The engineer said the first two years of his time at Atlassian focused heavily on building the foundation for this platform. “So now when a developer says, ‘I want to run my service and I want it to be accessible on the internet,’ we’d say yes, no problem,” he said.

Details of Syrakis’ video

Syrakis also used the video to speak about software maintenance, mentoring junior engineers, operational stress, and managing conflicts inside large engineering teams. “Building something is easy,” he said. “Changing it and making sure that you can still change it over time is difficult.”

He described how software systems become harder to maintain as more developers modify them over time.
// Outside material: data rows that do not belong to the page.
/// The iteration's bound as it is: the textbook method, or no sharp feature to polish on.
fn from_bound(
    scan: &HeightMap,
    noise: f64,
    settings: &Settings,
    bound: &Bound,
    progress: &Progress,
) -> Result<Estimate> {
    let pitch = scan.pitch();
    let px = (pitch.x * pitch.y).sqrt();
    let mut tip = Tip::new(bound.found.shape.clone(), pitch)?;
    let heights = smooth::gauss(scan.heights(), bound.smoothing);
    let eroded = morphology::erode(heights.view(), tip.shape(), &progress.part(0.0, 0.5))?;
    let contacts = morphology::contacts(eroded.view(), tip.shape(), &progress.part(0.5, 1.0))?;
    let half = [tip.shape().nrows() / 2, tip.shape().ncols() / 2];
    let mut support = Array2::<u32>::zeros(tip.shape().dim());
    let mut evidence = Vec::new();
    for (at, &[dr, dc]) in contacts.offsets.indexed_iter() {
        if dr == i16::MIN {
            continue;
        }
        let cell = (
            (half[0] as isize + isize::from(dr)) as usize,
            (half[1] as isize + isize::from(dc)) as usize,
        );
        support[cell] += 1;
        if f64::from(tip.shape()[cell]) < -4.0 * noise.max(bound.threshold) {
            evidence.push(at);
        }
    }
    let textbook = settings.method == Method::Textbook;
    let exercised = textbook
        .then(|| seen_depth(&tip, &support.mapv(|n| n > 0)))
        .flatten();
    let height_u = noise.max(bound.threshold);
    if let Some(r) = settings.feature_radius_nm.filter(|r| *r > 0.0) {
        tip = without_feature(&tip, r)?;
    }
    let mut read = match exercised {
        Some(z) => read_out(&tip, z, height_u),
        None => ReadOut {
            reasons: vec!["No sharp isolated feature showed the tip.".to_owned()],
            ..ReadOut::default()
        },
    };
    let mut diagnosis = common_findings(scan, bound, &tip, exercised, noise, &read);
    if textbook {
        apex_findings(&mut diagnosis, &read, LEAST_FEATURES, px);
    } else {
        diagnosis.push(refusal(
            "No sharp isolated feature shows the tip from all sides: the bound reflects the \
             features' own width.",
            "Scan a characterizer with sharp, tall, isolated spikes or a sharp rough surface.",
        ));
    }
    let identified = settle(&mut diagnosis, &mut read);
    Ok(Estimate {
        band: None,
        threshold_nm: bound.threshold,
        smoothing_px: bound.smoothing,
        exercised_depth_nm: exercised,
        support,
        evidence,
        height_u_nm: height_u,
        apex_identified: identified,
        read_out: read,
        features: 0,
        further_apices: Vec::new(),
        tip,
        diagnosis,
    })
}

fn clamped(shape: &Array2<f64>) -> Array2<f32> {
    let mut shape = shape.mapv(|p| p.min(0.0) as f32);
    let centre = (shape.nrows() / 2, shape.ncols() / 2);
    shape[centre] = 0.0;
    shape
}

/// The shift that brings the fitted apex to the centre cell.
struct Centring {
    rows: f64,
    columns: f64,
    apex: f64,
}

impl Centring {
    fn find(polished: &Polished, pitch: Pitch) -> Self {
        let shape = &polished.shape;
        let px = (pitch.x * pitch.y).sqrt();
        let rough = Tip::new(clamped(shape), pitch)
            .ok()
            .as_ref()
            .and_then(rough_radius);
        let radius = rough.filter(|r| r.is_finite()).unwrap_or(px).max(px);
        let depth = (0.3 * radius).max(4.5 * px * px / radius);
        let none = Self {
            rows: 0.0,
            columns: 0.0,
            apex: 0.0,
        };
        let heights = shape.mapv(|p| p as f32);
        let Some(fit) = Quadric::fit(heights.view(), pitch, depth, 0.1 * depth) else {
            return none;
        };
        let (rows, columns) = (fit.apex[1] / pitch.y, fit.apex[0] / pitch.x);
        // A fit that puts the apex elsewhere describes no apex.
        if fit.radius().is_none() || rows.abs() > 2.0 || columns.abs() > 2.0 {
            return none;
        }
        // The fit's height averages the noise; on an apex that is not round it misses the tip.
        let mut found = Self {
            rows,
            columns,
            apex: 0.0,
        };
        let centre = (shape.nrows() / 2, shape.ncols() / 2);
        let here = found.look(shape, centre);
        let error = polished.scale / f64::from(polished.support[centre].max(1.0)).sqrt();
        let apart = (here + fit.apex_depth).abs();
        found.apex = if apart <= 4.5 * error + 0.01 * px {
            -fit.apex_depth
        } else {
            here
        };
        found
    }

    /// Tip heights at the shifted places, apex carried to 0.
    fn tip(&self, grid: &Array2<f64>) -> Array2<f64> {
        Array2::from_shape_fn(grid.dim(), |at| self.look(grid, at) - self.apex)
    }

    /// Counts at the shifted places.
    fn counts(&self, grid: &Array2<f32>) -> Array2<u32> {
        let grid = grid.mapv(f64::from);
        Array2::from_shape_fn(grid.dim(), |at| {
            self.look(&grid, at).round().max(0.0) as u32
        })
    }

    /// Bilinear; beyond the grid its nearest cell.
    fn look(&self, grid: &Array2<f64>, (r, c): (usize, usize)) -> f64 {
        let (rows, columns) = grid.dim();
        let (y, x) = (r as f64 + self.rows, c as f64 + self.columns);
        let (i, j) = (y.floor() as isize, x.floor() as isize);
        let (fy, fx) = (y - y.floor(), x - x.floor());
        let at = |i: isize, j: isize| {
            let i = i.clamp(0, rows as isize - 1) as usize;
            grid[(i, j.clamp(0, columns as isize - 1) as usize)]
        };
        (at(i, j) * (1.0 - fx) + at(i, j + 1) * fx) * (1.0 - fy)
            + (at(i + 1, j) * (1.0 - fx) + at(i + 1, j + 1) * fx) * fy
    }
}
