impl<'a> Scan<'a> {
    fn new(map: &'a HeightMap, settings: &Settings) -> Result<Self> {
        let Some((low, high)) = map.range() else {
            return Err(Error::new(
                ErrorKind::Data,
                format!(
                    "all {} pixels of the scan are void",
                    map.rows() * map.columns()
                ),
            )
            .remedy("Check the file: there is no height to level"));
        };
        let middle = 0.5 * (f64::from(low) + f64::from(high));
        let z = map.heights().mapv(|h| f64::from(h) - middle);
        let allowed = marked_regions(map, &settings.regions)?;
        if let Some(allowed) = &allowed
            && !z.iter().zip(allowed).any(|(z, a)| *a && !z.is_nan())
        {
            return Err(
                Error::new(ErrorKind::Data, "the chosen regions hold only void pixels")
                    .remedy("Choose regions with measured heights"),
            );
        }
        let noise = noise(map);
        let range = f64::from(high) - f64::from(low);
        let rounding = 4.0 * f64::from(low.abs().max(high.abs())) * f64::from(f32::EPSILON);
        let finest = [noise.unwrap_or(0.0), 1e-5 * range, rounding, 1e-12]
            .into_iter()
            .fold(0.0, f64::max);
        Ok(Self {
            map,
            z,
            allowed,
            noise,
            finest,
        })
    }

    fn slope(&self, per_column: f64, per_row: f64) -> [f64; 2] {
        let pitch = self.map.pitch();
        [per_column / pitch.x, per_row / pitch.y]
    }

    /// `Auto`, and with `always` `Rows`.
    fn robust(&self, always: bool, progress: &Progress) -> Result<Leveled> {
        let (rows_n, columns) = self.z.dim();
        let mut warnings = Vec::new();
        let shifts = rows::shifts(&self.z, self.finest);
        let mut model = Model {
            plane: Plane::default(),
            offsets: vec![0.0; rows_n],
        };
        for jump in &shifts.single {
            model.offsets[jump.row] += jump.jump_nm;
        }
        for jump in &shifts.lasting {
            if always {
                for offset in &mut model.offsets[jump.row..] {
                    *offset += jump.jump_nm;
                }
            }
            warnings.push(lasting_jump(jump, always));
        }
        let samples = Samples::choose(&self.z, self.allowed.as_ref());
        let found = base::find(&self.z, &model, &samples, self.finest, shifts.scatter);
        progress.check()?;
        progress.report(0.4);
        let Some(found) = found else {
            return self.no_flat(&shifts, always, warnings);
        };
        model.plane = found.plane;
        let mut settled = self.settle(model, 3.0 * found.scale, None, progress)?;
        progress.report(0.7);
        let slope = self.slope(settled.model.plane.per_column, settled.model.plane.per_row);

        let mut offsets = rows::offsets(
            &moments(
                &self.z,
                &settled.model,
                &by_row(&settled.core, &settled.base),
            ),
            columns,
        );
        let drift_nm = offsets.drift();
        for (seen, known) in offsets.of_row.iter_mut().zip(&settled.model.offsets) {
            *seen = seen.map(|o| o + known);
        }
        let row_jumps = offsets.jumps(self.finest);
        for (seen, known) in offsets.of_row.iter_mut().zip(&settled.model.offsets) {
            *seen = seen.map(|o| o - known);
        }
        if offsets.of_row.iter().any(Option::is_some) {
            offsets.bridge(&shifts, settled.model.plane.per_row);
        }
        let known = offsets.of_row.iter().flatten().count();
        let align = known > 0 && (always || offsets.stand_out(self.finest));
        let mut how = String::new();
        if align {
            let (fill, missing) = offsets.filled();
            for (o, f) in settled.model.offsets.iter_mut().zip(fill) {
                *o += f;
            }
            settled = self.settle_rows(settled, &samples, &offsets, progress)?;
            how = format!(", {known} rows aligned on its pixels");
            if !missing.is_empty() {
                warnings.push(format!(
                    "rows without enough base-plane pixels were aligned by their neighbours: rows {}",
                    rows::list(&missing)
                ));
            }
        } else {
            let singles: Vec<usize> = shifts.single.iter().map(|j| j.row).collect();
            if !singles.is_empty() {
                how = format!(", shifted rows put back: {}", rows::list(&singles));
            }
            if always {
                warnings.push(format!(
                    "rows were not aligned: {columns} columns or too few base-plane pixels in every row"
                ));
            }
        }
        let share = model::count(&settled.base) as f64 / self.usable() as f64;
        let step = format!(
            "levelled: robust plane on the dominant flat ({:.0} % of the pixels), slope {:.3e} along x and {:.3e} along y{how}",
            100.0 * share,
            slope[0],
            slope[1]
        );
        Ok(Leveled {
            map: self
                .map
                .with_heights(settled.model.residuals(&self.z), step),
            base: settled.base,
            noise_nm: self.noise,
            slope,
            row_jumps,
            drift_nm,
            warnings,
        })
    }

    /// Pixels that may be levelled on.
    fn usable(&self) -> usize {
        match &self.allowed {
            Some(allowed) => self
                .z
                .iter()
                .zip(allowed)
                .filter(|(z, a)| **a && !z.is_nan())
                .count(),
            None => self.z.iter().filter(|z| !z.is_nan()).count(),
        }
    }

    /// Refits the model to the base pixels until they no longer change: the plane, or with
    /// `of_row` the slope along x and an offset for each row that has one.
    fn settle(
        &self,
        mut model: Model,
        half_band: f64,
        of_row: Option<&Offsets>,
        progress: &Progress,
    ) -> Result<Settled> {
        let allowed = self.allowed.as_ref();
        let (rows_n, columns) = self.z.dim();
        let mut base = model.near(&self.z, half_band, allowed);
        let reach = model::core_reach(&self.z, &base, allowed);
        let mut core = model::core(&self.z, &base, allowed, reach);
        for _ in 0..30 {
            progress.check()?;
            let change = match of_row {
                None => {
                    let sums = moments(&self.z, &model, &core);
                    let correction = model::plane_correction(&sums);
                    model.plane = model.plane.plus(correction);
                    correction.at_centre.abs()
                        + correction.per_column.abs() * columns as f64
                        + correction.per_row.abs() * rows_n as f64
                }
                Some(of_row) => {
                    let sums = moments(&self.z, &model, &by_row(&core, &base));
                    rows_correction(&mut model, &sums, of_row)
                }
            };
            base = model.near(&self.z, half_band, allowed);
            if change < 1e-6 * half_band {
                break;
            }
            core = model::core(&self.z, &base, allowed, reach);
        }
        Ok(Settled { model, base, core })
    }

    /// Once the rows are aligned the base is narrower: find its width again and settle.
    fn settle_rows(
        &self,
        settled: Settled,
        samples: &Samples,
        offsets: &Offsets,
        progress: &Progress,
    ) -> Result<Settled> {
        let mut heights: Vec<f64> = samples
            .at
            .iter()
            .map(|&(r, c)| settled.model.residual(&self.z, r, c))
            .collect();
        heights.sort_unstable_by(f64::total_cmp);
        let Some(pile) = base::dominant_pile(&heights, self.finest) else {
            return Ok(settled);
        };
        let mut model = settled.model;
        model.plane.at_centre += pile.centre;
        self.settle(model, 3.0 * pile.scale, Some(offsets), progress)
    }

    /// A rough surface: a least-squares plane through everything.
    fn no_flat(
        &self,
        shifts: &rows::Shifts,
        always: bool,
        mut warnings: Vec<String>,
    ) -> Result<Leveled> {
        let rows_n = self.z.nrows();
        let mut model = Model {
            plane: Plane::default(),
            offsets: vec![0.0; rows_n],
        };
        for jump in &shifts.single {
            model.offsets[jump.row] += jump.jump_nm;
        }
        let base = model.near(&self.z, f64::INFINITY, self.allowed.as_ref());
        // The second pass takes off what rounding left of the first.
        for _ in 0..2 {
            let sums = moments(&self.z, &model, &base);
            model.plane = model.plane.plus(model::plane_correction(&sums));
        }
        warnings.push(
            "no flat stands out: a least-squares plane through all heights was removed; \
             choose a region that is flat where a step or a height matters"
                .to_owned(),
        );
        if always {
            warnings.push("rows were not aligned: there is no base plane to align them on".into());
        }
        let slope = self.slope(model.plane.per_column, model.plane.per_row);
        let step = format!(
            "levelled: least-squares plane through all heights (no flat stands out), slope {:.3e} along x and {:.3e} along y",
            slope[0], slope[1]
        );
        Ok(Leveled {
            map: self.map.with_heights(model.residuals(&self.z), step),
            base,
            noise_nm: self.noise,
            slope,
            row_jumps: shifts.all(),
            drift_nm: None,
            warnings,
        })
    }

    fn polynomial(&self, order: u8, progress: &Progress) -> Result<Leveled> {
        if !(1..=5).contains(&order) {
            return Err(Error::new(
                ErrorKind::Setting,
                format!("a levelling polynomial of order {order}"),
            )
            .remedy("Give an order from 1 to 5"));
        }
        let flat = Model {
            plane: Plane::default(),
            offsets: vec![0.0; self.z.nrows()],
        };
        let base = flat.near(&self.z, f64::INFINITY, self.allowed.as_ref());
        let surface = Surface::fit(&self.z, &base, usize::from(order), progress)?;
        let (rows_n, columns) = self.z.dim();
        let [sx, sy] = surface.gradient(0.5 * (rows_n as f64 - 1.0), 0.5 * (columns as f64 - 1.0));
        let slope = self.slope(sx, sy);
        let left = surface.residuals(&self.z);
        // Without a chosen flat, offsets of whole rows speak of features as much as of the scanner.
        let (row_jumps, drift_nm) = match &self.allowed {
            Some(_) => {
                let offsets = rows::offsets(&moments(&left, &flat, &base), columns);
                (offsets.jumps(self.finest), offsets.drift())
            }
            None => (rows::shifts(&left, self.finest).all(), None),
        };
        let on = match &self.allowed {
            Some(_) => "the chosen regions",
            None => "all heights",
        };
        let what = match order {
            1 => "plane".to_owned(),
            n => format!("polynomial of total order {n}"),
        };
        let step = format!(
            "levelled: least-squares {what} through {on}, slope {:.3e} along x and {:.3e} along y",
            slope[0], slope[1]
        );
        Ok(Leveled {
            map: self.map.with_heights(left.mapv(|z| z as f32), step),
            base,
            noise_nm: self.noise,
            slope,
            row_jumps,
            drift_nm,
            warnings: Vec::new(),
        })
    }
}
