/// The form, the mean cross-section and the start of the fit; or why there is none.
fn prepare(
    input: &Input,
    corrected: &Corrected,
    request: &Request,
    frame: &Frame,
    lines: &[Dimension],
) -> std::result::Result<(Form, Data, Parameters), String> {
    let scan = frame.of(input.scan);
    let layout = Layout::find(scan, frame.noise)?;
    // The start is read off the reconstruction, which stands nearer to the truth.
    let surface = Layout::find(frame.of(corrected.surface), frame.noise)?;
    let single = lines.iter().any(|l| l.quantity.contains("beside one edge"));
    let (form, first, last) = match (request.kind, layout.central_pair()) {
        (Kind::Pitch, _) => {
            if layout.edges.len() < 4 {
                return Err("fewer than two periods".to_owned());
            }
            let edges = &layout.edges;
            let lead = i32::from(!edges[0].rising);
            let whole = edges.iter().filter(|e| e.rising).count() as i32;
            let form = Form::Grating {
                first: -lead,
                last: whole - 1,
            };
            (form, 0, edges.len() - 1)
        }
        (_, Some(first)) if !single => {
            let ridge = layout.edges[first].rising;
            (Form::Feature { ridge }, first, first + 1)
        }
        _ => {
            let rising = layout.edges[0].rising;
            (Form::Step { rising }, 0, 0)
        }
    };
    let near = |at: f64, rising: bool| {
        surface
            .edges
            .iter()
            .filter(|e| e.rising == rising)
            .min_by(|a, b| (a.at - at).abs().total_cmp(&(b.at - at).abs()))
            .map_or(at, |e| e.at)
    };
    let edges = &layout.edges[first..=last];
    let (from, to) = (
        edges[0].at - layout.reach(first).0,
        edges[edges.len() - 1].at + layout.reach(last).1,
    );
    let followed: Vec<Vec<f64>> = (first..=last)
        .map(|i| {
            let level = layout.low.value + 0.5 * layout.height();
            sections::follow(scan, layout.edges[i], layout.reach(i), level)
        })
        .collect();
    let tangent = skew(&followed);
    let cosine = 1.0 / (tangent * frame.pitch / frame.spacing).hypot(1.0);
    let edges_at: Vec<f64> = edges.iter().map(|e| e.at).collect();
    let wander = wander(
        &followed,
        tangent,
        frame,
        height_per_pixel(&layout, &edges_at),
    );
    let data = mean_section(
        scan,
        frame,
        tangent,
        cosine,
        [from, to],
        (&edges_at, &wander),
    )
    .ok_or_else(|| "too few pixels about the feature".to_owned())?;
    let nm = |pixel: f64| pixel * frame.pitch * cosine;
    let mut start = [0.0; COUNT];
    let height = layout.height();
    start[OUTER] = if form.ridge() {
        layout.low.value
    } else {
        layout.high.value
    };
    start[HEIGHT] = height;
    let run = |edge: &sections::Edge| {
        let at = near(edge.at, edge.rising);
        (2.0 * nm(quarter_distance(&surface.profile, &surface, at))).max(0.05 * frame.pitch)
    };
    let sign = if form.ridge() { 1.0 } else { -1.0 };
    match form {
        Form::Step { rising } => {
            let run = run(&edges[0]);
            start[RUN[usize::from(!rising)]] = run;
            let at = nm(near(edges[0].at, rising));
            start[CENTRE] = at + if rising { run / 2.0 } else { -run / 2.0 };
        }
        Form::Feature { .. } => {
            let at = [0, 1].map(|k: usize| nm(near(edges[k].at, edges[k].rising)));
            for k in 0..2 {
                start[RUN[k]] = run(&edges[k]);
            }
            start[CENTRE] = (at[0] + at[1]) / 2.0;
            start[TOP_WIDTH] = at[1] - at[0] - sign * (start[RUN[0]] + start[RUN[1]]) / 2.0;
        }
        Form::Grating { .. } => {
            let rising: Vec<f64> = edges
                .iter()
                .filter(|e| e.rising)
                .map(|e| nm(e.at))
                .collect();
            let number: Vec<f64> = (0..rising.len()).map(|i| i as f64).collect();
            let (pitch, offset) = statistics::line(&number, &rising)
                .ok_or_else(|| "fewer than two periods".to_owned())?;
            let i = edges.iter().position(|e| e.rising).unwrap_or(0);
            let pair = &edges[i..(i + 2).min(edges.len())];
            if pair.len() < 2 {
                return Err("no whole line".to_owned());
            }
            let at = [0, 1].map(|k: usize| nm(near(pair[k].at, pair[k].rising)));
            for k in 0..2 {
                start[RUN[k]] = run(&pair[k]);
            }
            let width = at[1] - at[0];
            start[PITCH] = pitch;
            start[CENTRE] = offset + (at[0] - nm(pair[0].at)) + width / 2.0;
            start[TOP_WIDTH] = (width - (start[RUN[0]] + start[RUN[1]]) / 2.0).max(0.1);
        }
    }
    start[TOP_WIDTH] = start[TOP_WIDTH].max(0.1 * frame.pitch);
    Ok((form, data, start))
}

/// Distance between the crossings of a quarter and three quarters of the height about `at`, pixels.
fn quarter_distance(profile: &[f64], layout: &Layout, at: f64) -> f64 {
    let height = |f: f64| layout.low.value + f * layout.height();
    let crossing = |level: f64| {
        (1..profile.len())
            .filter(|&i| (profile[i - 1] < level) != (profile[i] < level))
            .map(|i| {
                let (a, b) = (profile[i - 1], profile[i]);
                (i - 1) as f64 + (level - a) / (b - a)
            })
            .min_by(|a, b| (a - at).abs().total_cmp(&(b - at).abs()))
    };
    match (crossing(height(0.25)), crossing(height(0.75))) {
        (Some(a), Some(b)) => (a - b).abs(),
        _ => 1.0,
    }
}

/// Mean drift of the edges from section to section, pixels.
fn skew(followed: &[Vec<f64>]) -> f64 {
    let count = followed.first().map_or(0, Vec::len);
    if count < 8 {
        return 0.0;
    }
    let number: Vec<f64> = (0..count).map(|i| i as f64).collect();
    let slopes: Vec<f64> = followed
        .iter()
        .filter(|f| f.iter().filter(|v| v.is_finite()).count() >= 8)
        .filter_map(|f| statistics::line(&number, f).map(|l| l.0))
        .collect();
    let mean = statistics::mean(&slopes);
    if mean.is_finite() { mean } else { 0.0 }
}

/// Steepest rise of the central profile at the edges, nm per pixel.
fn height_per_pixel(layout: &Layout, edges: &[f64]) -> f64 {
    let profile = &layout.profile;
    let rise = |at: &f64| {
        let i = (at.floor().max(0.0) as usize).min(profile.len().saturating_sub(2));
        (profile[i + 1] - profile[i]).abs()
    };
    edges.iter().map(rise).fold(f64::INFINITY, f64::min)
}

/// Deviation of each edge from its straight line, section by section, pixels, where it stands out
/// from what noise does to a crossing; else none. A rough edge must be straightened before
/// averaging: its mean cross-section has other corners than any of its sections.
fn wander(
    followed: &[Vec<f64>],
    tangent: f64,
    frame: &Frame,
    height_per_pixel: f64,
) -> Vec<Option<Vec<f64>>> {
    let by_noise = frame.noise / height_per_pixel.max(1e-9);
    followed
        .iter()
        .map(|edge| {
            let straight: Vec<f64> = (0..edge.len())
                .map(|i| edge[i] - tangent * (i as f64 - (edge.len() as f64 - 1.0) / 2.0))
                .collect();
            let mean = statistics::mean(&straight);
            let off: Vec<f64> = straight.iter().map(|v| v - mean).collect();
            let deviation = statistics::robust_deviation(&off)?;
            (deviation > (3.0 * by_noise).max(0.2)).then_some(off)
        })
        .collect()
}

/// Averages the sections along the line into cells of one pixel (a quarter where the line runs
/// askew or is straightened and so crosses the pixels), outliers beyond four robust deviations
/// left out. Each pixel goes with the edge that is nearest.
fn mean_section(
    sections: ndarray::ArrayView2<f32>,
    frame: &Frame,
    tangent: f64,
    cosine: f64,
    range: [f64; 2],
    (edges, wander): (&[f64], &[Option<Vec<f64>>]),
) -> Option<Data> {
    let middle = (sections.nrows() as f64 - 1.0) / 2.0;
    let askew = (tangent * sections.nrows() as f64).abs() > 1.0;
    let straightened = wander.iter().any(Option::is_some);
    let cells = if askew || straightened { 4.0 } else { 1.0 };
    let nearest = |at: f64| {
        let apart = |k: &usize| (edges[*k] - at).abs();
        (0..edges.len()).min_by(|a, b| apart(a).total_cmp(&apart(b)))
    };
    let count = ((range[1] - range[0]) * cells).ceil().max(0.0) as usize + 1;
    let mut heights: Vec<Vec<f64>> = vec![Vec::new(); count];
    let mut places: Vec<f64> = vec![0.0; count];
    for (i, section) in sections.rows().into_iter().enumerate() {
        let shift = tangent * (i as f64 - middle);
        for (c, &z) in section.iter().enumerate() {
            let mut at = c as f64 - shift;
            if straightened && let Some(off) = nearest(at).and_then(|k| wander[k].as_ref()) {
                at -= off[i];
            }
            let cell = ((at - range[0]) * cells).round();
            if z.is_nan() || !(cell >= 0.0 && (cell as usize) < count) {
                continue;
            }
            heights[cell as usize].push(f64::from(z));
            places[cell as usize] += at;
        }
    }
    // Noise that could not be measured leaves the numbers' own rounding.
    let least = frame.noise.max(1e-4);
    let mut data = Data {
        x: Vec::new(),
        z: Vec::new(),
        u: Vec::new(),
        span: [f64::INFINITY, f64::NEG_INFINITY],
    };
    for (values, place) in heights.iter().zip(&places) {
        if values.is_empty() {
            continue;
        }
        let kept = statistics::clipped(values, 4.0);
        let n = kept.iter().filter(|v| v.is_finite()).count().max(1) as f64;
        let scatter = statistics::robust_deviation(values).unwrap_or(0.0);
        let x = place / values.len() as f64 * frame.pitch * cosine;
        data.x.push(x);
        data.z.push(statistics::mean(&kept));
        data.u.push(scatter.max(least) / n.sqrt());
        data.span = [data.span[0].min(x), data.span[1].max(x)];
    }
    (data.x.len() >= 16).then_some(data)
}

/// What the scan does not determine, with the fits at the ends of what is compatible with it.
#[derive(Default)]
struct Hidden {
    /// Reason and largest compatible value, by parameter.
    reasons: Vec<(usize, String, Option<f64>)>,
    /// Fits at the ends of the hidden parameters' ranges.
    ends: Vec<Parameters>,
    /// The floor was not reached: heights and what hangs on them have no value.
    floor: bool,
}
He also questioned how AI-generated software would affect long-term maintenance in the future.

The former engineer discussed the importance of communication and collaboration inside technical teams. “I was always available to help,” Syrakis said while describing feedback he received from colleagues.

He also spoke about mentoring interns and helping teammates understand difficult technical systems by breaking them into simpler concepts.

According to his LinkedIn profile, Syrakis describes himself as a senior systems engineer, software engineer, site reliability engineer, infrastructure engineer, and platform engineer focused on building maintainable platforms. His profile also lists Rust and WebAssembly as technical interests.